Requirement = All lines below containing "PlacedLink" are to be listed.
►
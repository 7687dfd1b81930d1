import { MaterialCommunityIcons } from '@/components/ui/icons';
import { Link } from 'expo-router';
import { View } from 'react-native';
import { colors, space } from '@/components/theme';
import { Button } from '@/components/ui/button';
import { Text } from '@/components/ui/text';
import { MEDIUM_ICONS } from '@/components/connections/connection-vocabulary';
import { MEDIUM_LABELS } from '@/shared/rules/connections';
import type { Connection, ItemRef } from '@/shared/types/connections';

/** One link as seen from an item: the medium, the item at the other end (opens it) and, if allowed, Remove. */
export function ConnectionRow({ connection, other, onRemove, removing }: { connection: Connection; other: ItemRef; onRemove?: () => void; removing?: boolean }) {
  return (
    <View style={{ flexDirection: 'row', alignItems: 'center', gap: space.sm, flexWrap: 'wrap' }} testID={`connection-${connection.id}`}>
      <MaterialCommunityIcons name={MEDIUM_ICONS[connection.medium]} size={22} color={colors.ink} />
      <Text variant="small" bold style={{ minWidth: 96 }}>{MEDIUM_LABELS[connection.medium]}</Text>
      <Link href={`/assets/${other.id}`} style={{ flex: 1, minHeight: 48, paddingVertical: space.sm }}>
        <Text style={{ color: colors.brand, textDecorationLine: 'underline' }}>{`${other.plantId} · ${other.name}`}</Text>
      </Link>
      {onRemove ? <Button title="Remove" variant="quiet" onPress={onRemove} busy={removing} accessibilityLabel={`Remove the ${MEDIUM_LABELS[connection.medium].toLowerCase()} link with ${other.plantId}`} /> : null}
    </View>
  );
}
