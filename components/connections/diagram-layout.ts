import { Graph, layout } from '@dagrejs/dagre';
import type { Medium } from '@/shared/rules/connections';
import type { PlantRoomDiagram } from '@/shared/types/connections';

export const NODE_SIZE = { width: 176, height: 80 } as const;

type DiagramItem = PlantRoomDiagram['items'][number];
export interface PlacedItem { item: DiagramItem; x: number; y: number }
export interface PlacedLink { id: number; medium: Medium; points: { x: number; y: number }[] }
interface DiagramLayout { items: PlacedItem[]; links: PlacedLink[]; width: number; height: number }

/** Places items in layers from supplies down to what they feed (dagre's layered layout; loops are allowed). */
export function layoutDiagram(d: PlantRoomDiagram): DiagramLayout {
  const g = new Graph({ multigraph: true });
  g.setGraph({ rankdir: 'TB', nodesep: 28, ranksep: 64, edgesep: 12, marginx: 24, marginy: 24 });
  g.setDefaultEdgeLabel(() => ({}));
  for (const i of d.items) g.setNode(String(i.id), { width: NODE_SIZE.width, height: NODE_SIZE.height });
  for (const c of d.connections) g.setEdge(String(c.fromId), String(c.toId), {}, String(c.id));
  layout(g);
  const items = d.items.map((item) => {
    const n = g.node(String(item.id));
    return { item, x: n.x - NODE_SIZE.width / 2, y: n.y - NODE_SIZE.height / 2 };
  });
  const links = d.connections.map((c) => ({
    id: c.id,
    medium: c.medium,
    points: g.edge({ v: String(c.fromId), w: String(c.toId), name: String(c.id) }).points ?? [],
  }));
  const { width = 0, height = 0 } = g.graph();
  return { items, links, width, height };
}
◄
Answer to this exercise =
export interface PlacedLink { id: number; medium: Medium; points: { x: number; y: number }[] }
interface DiagramLayout { items: PlacedItem[]; links: PlacedLink[]; width: number; height: number }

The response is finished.